//! Intake: bytes -> [`Ledger`]. Streaming: [`Intake::feed`] chunk by chunk, then
//! [`Intake::finish`]. Every data row is either analysed or excluded with a counted reason.
//!
//! Flow: the first 64 KiB (or the whole file if shorter) are held back and sniffed
//! ([`sniff`]): documents dropped by mistake, encoding, delimiter, header row (title or blank
//! lines above it are a preamble and not counted as rows), column roles ([`columns`]), the
//! decimal convention of the amount column ([`amount`]) and the day/month order of the date
//! column ([`date`]). From then on chunks are decoded and split into records ([`scan`]) as they
//! arrive; only an unfinished record is kept between chunks.
//!
//! Decisions documented here:
//! - Negative amounts are credit notes (stored as their absolute value in
//!   `Ledger::credit_notes`, counted under `credit_note`) when their absolute value is at least
//!   the minimum; smaller ones are counted under `below_minimum` like small invoices, so both
//!   populations are screened above the same minimum.
//! - A date cell that is present but unreadable does not exclude the row (the digit tests do
//!   not need dates): the invoice is kept without a date and a warning counts such rows.
//! - If the decimal convention cannot be told from the first 64 KiB, rows whose amounts read
//!   differently under the two conventions are held back until a later row decides it; if no
//!   row ever does, `finish` returns [`IntakeError::AmbiguousDecimal`]. The same for day/month
//!   order ([`IntakeError::AmbiguousDateOrder`]).

pub mod amount;
pub mod columns;
pub mod date;
mod intern;
pub mod scan;
pub mod sniff;
mod split;

pub use amount::{parse_amount, trim_cell, Hint};
pub use date::{civil_from_days, days_from_civil, format_date, parse_date, DateCell};
pub use split::{read_split, read_split_parts, ByteSource, ReadError, SplitStats, SEGMENT};

use crate::amount::Amount;
use crate::ledger::{fnv1a, supplier_key, ExclusionReason, Invoice, Ledger, Supplier, NO_DATE};
use columns::Role;
use scan::{Record, RecordView, Scan, Scanner};
use serde::Serialize;
use sniff::{Enc, SNIFF_LEN};
use std::collections::HashMap;

#[derive(Clone, Copy, Debug, PartialEq, Eq, Serialize)]
#[serde(rename_all = "snake_case")]
pub enum DecimalConvention {
    Point,
    Comma,
}

#[derive(Clone, Copy, Debug, PartialEq, Eq, Serialize)]
#[serde(rename_all = "snake_case")]
pub enum DateOrder {
    Dmy,
    Mdy,
    Ymd,
}

#[derive(Clone, Debug)]
pub struct IntakeOptions {
    /// Column by header name (case-insensitive) or 1-based number; None: guess.
    pub supplier: Option<String>,
    pub amount: Option<String>,
    pub date: Option<String>,
    pub invoice: Option<String>,
    pub decimal: Option<DecimalConvention>,
    pub date_order: Option<DateOrder>,
    /// Amounts (absolute value) below this are excluded as `below_minimum`. Default 10.
    pub min_amount: Amount,
}

impl Default for IntakeOptions {
    fn default() -> Self {
        IntakeOptions {
            supplier: None,
            amount: None,
            date: None,
            invoice: None,
            decimal: None,
            date_order: None,
            min_amount: Amount::from_units(10),
        }
    }
}

/// 0-based column indices.
#[derive(Clone, Debug, Serialize, PartialEq, Eq)]
pub struct ColumnMapping {
    pub supplier: usize,
    pub amount: usize,
    pub date: Option<usize>,
    pub invoice: Option<usize>,
}

#[derive(Clone, Debug, Serialize)]
pub struct IntakeInfo {
    pub encoding: String,
    pub delimiter: char,
    /// 1-based line of the header row (0: the file has no header row).
    pub header_line: u64,
    pub columns: Vec<String>,
    pub mapping: ColumnMapping,
    pub decimal: DecimalConvention,
    pub date_order: Option<DateOrder>,
    pub warnings: Vec<String>,
}

#[derive(Debug)]
pub struct IntakeResult {
    pub ledger: Ledger,
    pub info: IntakeInfo,
}

#[derive(Clone, Debug, PartialEq, Serialize)]
#[serde(tag = "kind", rename_all = "snake_case")]
pub enum IntakeError {
    Empty,
    HeaderOnly,
    /// A workbook, PDF or other document dropped by mistake ("export it as CSV").
    NotCsv { format: String },
    Binary,
    SingleColumn,
    NoNumericColumn,
    NoSupplierColumn,
    UnknownColumn { given: String },
    AmbiguousDecimal { column: String, examples: Vec<String> },
    AmbiguousDateOrder { column: String, examples: Vec<String> },
    Cancelled,
    /// A record longer than [`MAX_RECORD`] bytes: almost always a quote that is never closed.
    RecordTooLong { line: u64 },
    /// Two roles were given the same column.
    SameColumn { column: String },
}

impl std::fmt::Display for IntakeError {
    fn fmt(&self, f: &mut std::fmt::Formatter<'_>) -> std::fmt::Result {
        match self {
            IntakeError::Empty => write!(f, "the file is empty"),
            IntakeError::HeaderOnly => write!(f, "the file has a header but no data rows"),
            IntakeError::NotCsv { format } => write!(f, "this looks like a {format}, not a CSV file: export it as CSV and try again"),
            IntakeError::Binary => write!(f, "this file holds binary data, not text: export the ledger as CSV"),
            IntakeError::SingleColumn => write!(f, "only one column found: the file needs at least a supplier and an amount column"),
            IntakeError::NoNumericColumn => write!(f, "no column of amounts found"),
            IntakeError::NoSupplierColumn => write!(f, "no supplier column found"),
            IntakeError::UnknownColumn { given } => write!(f, "no column named or numbered '{given}'"),
            IntakeError::AmbiguousDecimal { column, examples } => write!(f, "column '{column}' could use either a decimal comma or a decimal point (e.g. {}): choose one (--decimal comma|point)", examples.join(", ")),
            IntakeError::AmbiguousDateOrder { column, examples } => write!(f, "dates in column '{column}' could be day-first or month-first (e.g. {}): choose one (--date-order dmy|mdy|ymd)", examples.join(", ")),
            IntakeError::Cancelled => write!(f, "cancelled"),
            IntakeError::RecordTooLong { line } => write!(f, "the row starting at line {line} never ends (more than 1 MiB): probably a quote (\") that is never closed"),
            IntakeError::SameColumn { column } => write!(f, "column '{column}' was chosen for two different roles"),
        }
    }
}
impl std::error::Error for IntakeError {}
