/// The first line start at or after `from`: the byte after the first LF there (None: no LF).
fn line_start<S: ByteSource + ?Sized>(src: &S, from: u64, buf: &mut Vec<u8>) -> std::io::Result<Option<u64>> {
    let mut at = from;
    loop {
        let c = read_chunk(src, at, buf)?;
        if c.is_empty() {
            return Ok(None);
        }
        if let Some(i) = c.iter().position(|&b| b == b'\n') {
            return Ok(Some(at + i as u64 + 1));
        }
        at += c.len() as u64;
    }
}

/// Where segment k starts (None: no line starts in it or after).
fn segment_start<S: ByteSource + ?Sized>(src: &S, segment: u64, k: usize, buf: &mut Vec<u8>) -> std::io::Result<Option<u64>> {
    if k == 0 {
        return Ok(Some(0));
    }
    line_start(src, k as u64 * segment, buf)
}

/// Feed segment k's bytes: from its start to the next segment's (or the end). Returns where
/// the next segment starts (None: the file ends in this one), or the error `feed` gave.
fn feed_segment<S: ByteSource + ?Sized>(
    src: &S,
    segment: u64,
    k: usize,
    buf: &mut Vec<u8>,
    feed: &mut dyn FnMut(&[u8]) -> Result<(), IntakeError>,
) -> Result<Option<u64>, ReadError> {
    let Some(mut at) = segment_start(src, segment, k, buf).map_err(ReadError::Io)? else { return Ok(None) };
    let end = (k as u64 + 1) * segment; // the next segment starts at the first line start from here
    if at > end {
        return Ok(Some(at)); // the line start found is the next segment's too: nothing here
    }
    loop {
        let c = read_chunk(src, at, buf).map_err(ReadError::Io)?;
        if c.is_empty() {
            return Ok(None);
        }
        let n = c.len() as u64;
        if at + n > end {
            let from = end.saturating_sub(at) as usize;
            if let Some(i) = c[from..].iter().position(|&b| b == b'\n') {
                let cut = from + i + 1;
                feed(&c[..cut]).map_err(ReadError::Intake)?;
                return Ok(Some(at + cut as u64));
            }
        }
        feed(c).map_err(ReadError::Intake)?;
        at += n;
        if at > end {
            // the rest of this chunk had no LF past the end: the next LF ends the segment
            return feed_to_line_end(src, at, buf, feed);
        }
    }
}

/// Feed from `at` up to and including the next LF (or the end).
fn feed_to_line_end<S: ByteSource + ?Sized>(src: &S, mut at: u64, buf: &mut Vec<u8>, feed: &mut dyn FnMut(&[u8]) -> Result<(), IntakeError>) -> Result<Option<u64>, ReadError> {
    loop {
        let c = read_chunk(src, at, buf).map_err(ReadError::Io)?;
        if c.is_empty() {
            return Ok(None);
        }
        if let Some(i) = c.iter().position(|&b| b == b'\n') {
            feed(&c[..=i]).map_err(ReadError::Intake)?;
            return Ok(Some(at + i as u64 + 1));
        }
        feed(c).map_err(ReadError::Intake)?;
        at += c.len() as u64;
    }
}

/// Feed everything from `at` to the end.
fn feed_from<S: ByteSource + ?Sized>(src: &S, mut at: u64, buf: &mut Vec<u8>, feed: &mut dyn FnMut(&[u8]) -> Result<(), IntakeError>) -> Result<(), ReadError> {
    loop {
        let c = read_chunk(src, at, buf).map_err(ReadError::Io)?;
        if c.is_empty() {
            return Ok(());
        }
        feed(c).map_err(ReadError::Intake)?;
        at += c.len() as u64;
    }
}

/// Segment k read on its own into a part (from `tpl`'s settings); the last one to its end.
fn read_part<S: ByteSource + ?Sized>(src: &S, segment: u64, k: usize, tpl: &Run, buf: &mut Vec<u8>) -> Part {
    let mut run = tpl.clone_part();
    let mut fed = 0u64;
    let r = feed_segment(src, segment, k, buf, &mut |c| {
        fed += c.len() as u64;
        run.push(c, false)
    });
    match r {
        Ok(_) if fed == 0 => Part::Empty,
        Ok(end) => {
            if end.is_none() && run.push(&[], true).is_err() {
                return Part::Unfit;
            }
            Part::Read(run, fed)
        }
        Err(_) => Part::Unfit,
    }
}

impl Intake {
    /// The settings a part starts from: the head's, once it is read, when every row after it
    /// can be read without the rows before (UTF-8, decimal convention known, no preview).
    fn template(&self) -> Option<Box<Run>> {
        match &self.state {
            State::Run(r) if r.decoder.is_none() && r.preview.is_none() && r.conv.is_some() && r.deferred.is_empty() => Some(r.clone_part()),
            _ => None,
        }
    }

    /// Join the next segment's part; false (nothing changed) when it cannot be joined.
    fn join(&mut self, part: Part, tpl: &Run, stats: &mut SplitStats) -> bool {
        let State::Run(run) = &mut self.state else { return false };
        match part {
            Part::Empty => true,
            Part::Unfit => false,
            Part::Read(p, fed) => {
                if !run.join(*p, tpl) {
                    return false;
                }
                self.bytes_fed += fed;
                stats.joined += 1;
                true
            }
        }
    }
}

impl Run {
    /// A run with this one's settings and nothing read: lines from 1, no suppliers.
    fn clone_part(&self) -> Box<Run> {
        Box::new(Run {
            setup: self.setup.clone(),
            scanner: Scanner::new(self.setup.delim),
            decoder: None,
            work: Vec::new(),
            pos: 0,
            line: 1,
            rec: Record::default(),
            min_amount: self.min_amount,
            conv: self.conv,
            order: self.order,
            saw_iso: false,
            ymd_only: self.ymd_only,
            ledger: Ledger::default(),
            raw_map: intern::Interner::default(),
            key_map: HashMap::new(),
            deferred: Vec::new(),
            reserved: true,
            date_alts: Vec::new(),
            amb_dec: Vec::new(),
            amb_date: Vec::new(),
            run_sum: 0,
            run_rows: 0,
            grand_sum: 0,
            grand_rows: 0,
            bad_dates: 0,
            recoded_names: 0,
            decimal_votes: (0, 0),
            total_prefixes: self.total_prefixes.clone(),
            total_first: self.total_first,
            preview: None,
            sum_rows: false,
            reset: false,
        })
    }

    /// Append part `p` (read from `tpl`'s settings) when reading it in turn could not have
    /// differed (see the module text); false, leaving self as it was, otherwise.
    fn join(&mut self, p: Run, tpl: &Run) -> bool {
        let fits = self.pos == self.work.len()
            && self.conv.is_some()
            && p.conv == self.conv
            && self.order == tpl.order
            && p.order == tpl.order
            && p.deferred.is_empty()
            && !p.sum_rows
            && p.recoded_names == 0;
        if !fits {
            return false;
        }
        let off = self.line - 1;
        let ids: Vec<u32> = p
            .ledger
            .suppliers
            .into_iter()
            .map(|s| match self.key_map.get(&s.key) {
                Some(&id) => id,
                None => {
                    let id = self.ledger.suppliers.len() as u32;
                    self.key_map.insert(s.key.clone(), id);
                    self.ledger.suppliers.push(s);
                    id
                }
            })
            .collect();
        let moved = |inv: &Invoice| Invoice::new(inv.amount, inv.invoice_hash, ids[inv.supplier as usize], inv.date, inv.line() as u64 + off);
        for (to, from) in [(&mut self.ledger.invoices, &p.ledger.invoices), (&mut self.ledger.credit_notes, &p.ledger.credit_notes)] {
            if to.capacity() - to.len() < from.len() {
                to.reserve_exact(from.len().max(to.len() / 8));
            }
            to.extend(from.iter().map(moved));
        }
        let acc = &mut self.ledger.accounting;
        let pa = p.ledger.accounting;
        acc.read += pa.read;
        acc.analysed += pa.analysed;
        acc.excluded += pa.excluded;
        for e in pa.exclusions {
            let rows = e.rows.iter().map(|&l| l + off);
            match acc.exclusions.iter_mut().find(|x| x.reason == e.reason) {
                Some(x) => {
                    x.count += e.count;
                    let room = crate::ledger::EXCLUSION_ROWS_KEPT.saturating_sub(x.rows.len());
                    x.rows.extend(rows.take(room));
                }
                None => {
                    acc.exclusions.push(crate::ledger::Exclusion { rows: rows.collect(), ..e });
                    acc.exclusions.sort_by_key(|x| x.reason);
                }
            }
        }
        self.date_alts.extend(p.date_alts.iter().map(|&(l, d)| ((l as u64 + off) as u32, d)));
        let room = 3usize.saturating_sub(self.amb_date.len());
        self.amb_date.extend(p.amb_date.into_iter().take(room));
        self.saw_iso |= p.saw_iso;
        self.bad_dates += p.bad_dates;
        if p.reset {
            (self.run_sum, self.run_rows) = (p.run_sum, p.run_rows);
        } else {
            self.run_sum += p.run_sum;
            self.run_rows += p.run_rows;
        }
        self.reset |= p.reset;
        self.grand_sum += p.grand_sum;
        self.grand_rows += p.grand_rows;
        self.line = p.line + off;
        // a record the part left open continues in the next segment
        self.work = p.work;
        self.pos = p.pos;
        true
    }
}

(Try it)
Using the entries above, give again exactly the lines from the line holding "ends the segment" through the line holding "to the end.". Include both end lines and nothing else.

(Response to this exercise)
            // the rest of this chunk had no LF past the end: the next LF ends the segment
            return feed_to_line_end(src, at, buf, feed);
        }
    }
}

/// Feed from `at` up to and including the next LF (or the end).
fn feed_to_line_end<S: ByteSource + ?Sized>(src: &S, mut at: u64, buf: &mut Vec<u8>, feed: &mut dyn FnMut(&[u8]) -> Result<(), IntakeError>) -> Result<Option<u64>, ReadError> {
    loop {
        let c = read_chunk(src, at, buf).map_err(ReadError::Io)?;
        if c.is_empty() {
            return Ok(None);
        }
        if let Some(i) = c.iter().position(|&b| b == b'\n') {
            feed(&c[..=i]).map_err(ReadError::Intake)?;
            return Ok(Some(at + i as u64 + 1));
        }
        feed(c).map_err(ReadError::Intake)?;
        at += c.len() as u64;
    }
}

/// Feed everything from `at` to the end.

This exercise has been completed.